Students share in ideas for international program
WOODSTOCK – Students and teachers at Central High School might someday have the chance to share their knowledge with educators in Egypt.
They learned of the possibility Thursday afternoon during a discussion with Ayman Wahab, president and managing director of Special Olympics Middle East and North Africa.
Wahab is starting a foundation focused on promoting inclusive education, health and family communities in Egypt, where he lives. He has been visiting schools throughout the eastern United States for the past two weeks to share his thoughts and receive feedback on the programs that are working here.
His foundation would include the following four elements: schools, vocational training centers, sports/social clubs, and access to hospitals and medical insurance.
“We are missing that in the region,” he said.
However, he explained, “It’s a big challenge. It’s not that easy.”

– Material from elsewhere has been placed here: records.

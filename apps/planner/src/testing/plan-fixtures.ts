import type { Bottleneck, Certificate, LoadRow, PlanDetail, PlanResults, PlanReview, RunProgress } from '@millrace/contracts';

/**
 * Small hand-made plan answers for component tests (shapes from @millrace/contracts; values
 * invented for the test only, never checked as results of a plan).
 */
export const verifiedCertificate: Certificate = {
  primalResidual: 2.7e-16,
  dualResidual: 1.2e-18,
  relativeGap: 2.0e-11,
  iterations: 18,
  seconds: 3.3,
  crossCheck: {
    solver: 'highs',
    status: 'verified',
    objective: 1000.0000001,
    planObjective: 1000,
    relativeDifference: 1e-10,
    seconds: 2.2,
    message: 'HiGHS found the same optimum.',
  },
};

export function planDetail(overrides: Partial<PlanDetail> = {}): PlanDetail {
  return {
    id: 1,
    name: 'Week plan',
    state: 'draft',
    solveStatus: 'solved',
    horizonWeeks: 4,
    firstWeek: '2026-12-07',
    lastWeek: '2026-12-28',
    scenarioId: null,
    scenarioName: null,
    smoothing: { enabled: false, weight: 0 },
    wholeUnits: true,
    objective: 1000,
    currency: 'EUR',
    inputsHash: 'a'.repeat(64),
    createdBy: { id: 2, name: 'Pat Planner' },
    createdAt: '2026-12-02T08:00:00.000Z',
    updatedAt: '2026-12-02T08:00:00.000Z',
    version: 1,
    latestRunId: 5,
    certificate: verifiedCertificate,
    solveMessage: null,
    checkViolations: [],
    rounding: null,
    infeasibility: null,
    resultsHash: 'b'.repeat(64),
    modelSize: { rows: 10, columns: 20, nonzeros: 40 },
    ...overrides,
  };
}

export function runProgress(overrides: Partial<RunProgress> = {}): RunProgress {
  return {
    runId: 5,
    planId: 1,
    state: 'running',
    cancelRequested: false,
    iteration: 3,
    relativeGap: 1e-2,
    primalObjective: null,
    elapsedSeconds: 1.5,
    message: null,
    createdAt: '2026-12-02T08:00:00.000Z',
    startedAt: '2026-12-02T08:00:01.000Z',
    finishedAt: null,
    ...overrides,
  };
}

const loadRow = (workCenter: string, workCenterName: string, week: number, loadHours: number, availableHours: number, overtimeHours = 0): LoadRow => ({
  workCenter,
  workCenterName,
  week,
  weekStart: ['2026-12-07', '2026-12-14', '2026-12-21', '2026-12-28'][week - 1],
  loadHours,
  availableHours,
  percentOfAvailable: (loadHours / availableHours) * 100,
  overtimeHours,
});

export const testLoad: LoadRow[] = [
  loadRow('EDGE', 'Edge bander', 1, 30, 40),
  loadRow('EDGE', 'Edge bander', 2, 46, 40, 6),
  loadRow('SAW', 'Saw', 1, 20, 40),
  loadRow('SAW', 'Saw', 2, 40, 40),
];

export const testBottlenecks: Bottleneck[] = [
  {
    kind: 'capacity',
    item: 'EDGE',
    itemName: 'Edge bander',
    unit: 'per_hour',
    weeks: [{ week: 2, weekStart: '2026-12-14', value: 38.1 }],
    message: 'Edge bander: one more hour is worth 38.10 in week 2',
  },
  {
    kind: 'capacity',
    item: 'SAW',
    itemName: 'Saw',
    unit: 'per_hour',
    weeks: [{ week: 2, weekStart: '2026-12-14', value: 1e-9 }],
    message: 'Saw: noise',
  },
];

export const testResults: PlanResults = {
  planId: 1,
  objective: 1000,
  currency: 'EUR',
  lines: [
    { product: 'T-1', productName: 'Test table', week: 1, weekStart: '2026-12-07', demand: 10, make: 10, ship: 10, stock: 0, late: 0 },
    { product: 'T-1', productName: 'Test table', week: 2, weekStart: '2026-12-14', demand: 12, make: 8, ship: 8, stock: 0, late: 4 },
  ],
  load: testLoad,
  materialCalls: [],
  bottlenecks: testBottlenecks,
  reducedCosts: [],
  unmet: [],
  totals: {
    margin: 990,
    revenue: 2000,
    materialSpend: 500,
    extraUnitCost: 0,
    overtimeCost: 300,
    holdingCost: 10,
    latePenalty: 200,
    endBackorderPenalty: 0,
    safetyShortfallPenalty: 0,
    smoothingCost: 0,
    overtimeHours: 6,
    unmetQty: 4,
  },
};

export function planReview(plan: PlanDetail): PlanReview {
  const { certificate, solveMessage, checkViolations, rounding, infeasibility, resultsHash, modelSize, ...summary } = plan;
  void solveMessage, checkViolations, rounding, infeasibility, resultsHash, modelSize;
  return {
    plan: summary,
    baseline: { ...summary, id: 9, name: 'Last week', state: 'approved' },
    certificate,
    changes: {
      margin: { before: 900, after: 990, delta: 90 },
      overtimeHours: { before: 0, after: 6, delta: 6 },
      unmetQty: { before: 4, after: 4, delta: 0 },
      quantities: [{ product: 'T-1', weekStart: '2026-12-14', before: 10, after: 8, delta: -2 }],
      load: [{ workCenter: 'EDGE', weekStart: '2026-12-14', before: 40, after: 46, delta: 6 }],
      overtime: [{ workCenter: 'EDGE', weekStart: '2026-12-14', before: 0, after: 6, delta: 6 }],
    },
    unmet: { before: [], after: [] },
    cautions: [
      { kind: 'advisory', item: null, week: null, message: 'This plan is advisory.' },
      { kind: 'working_time', item: 'EDGE', week: 2, message: 'Edge bander, week of 2026-12-14: 6 h overtime puts each crew at about 46 h that week, above the plant’s limit of 45 h.' },
    ],
  };
}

Wahab would like to create sister-school relationships with schools in the United States where teachers and students from across the world can share instructional models, systems and policies that have worked in and out of the classroom. Through partnerships with various schools in the U.S., Wahab said he would like to bring students and teachers in these programs to Egypt for training workshops where ideas can be exchanged.
While visiting Central, Wahab learned about the school’s L.I.F.E program, in which young adults with special needs learn life skills such as cooking, cleaning and computer skills.
Additionally, special education teacher Megan Smith spoke about the school’s inclusive fitness and sports programs, which allow her special education students to receive physical education they may not be exposed to anywhere else.
“I think it’s been neat to see the student involvement,” she said.
Smith also asked two senior student mentors, Cianne Fields and Nicole Baker, who are part of the school’s fitness mentorship and Champions Together program, to talk about what they have been able to do. These mentorship programs allow students in fitness and sports medicine classes to work with special education students and encourage them to become more physically active.
As mentors, Cianne said, “we serve as leaders, we’re coaches, we’re players, we’re doing the activities with the special education program students to feel like more of a team and not so individual.”
They want to make physical activity seem less like a chore and be something fun that they can look forward to, Nicole said.
“But also we want to promote their social relationships between us, the student mentors, because it is a participating event where everyone is together equally,” Nicole said.
After the presentations, Wahab watched the students in action in the gym and saw how the mentors and special education students worked together on improving their physical fitness. Activities included jump rope, tag, sit-ups, push-ups and baseball. Wahab even grabbed a bat and played alongside the students.
“You are changing the world,” Wahab told the students. “What you are doing here will affect others in some other places in the world.”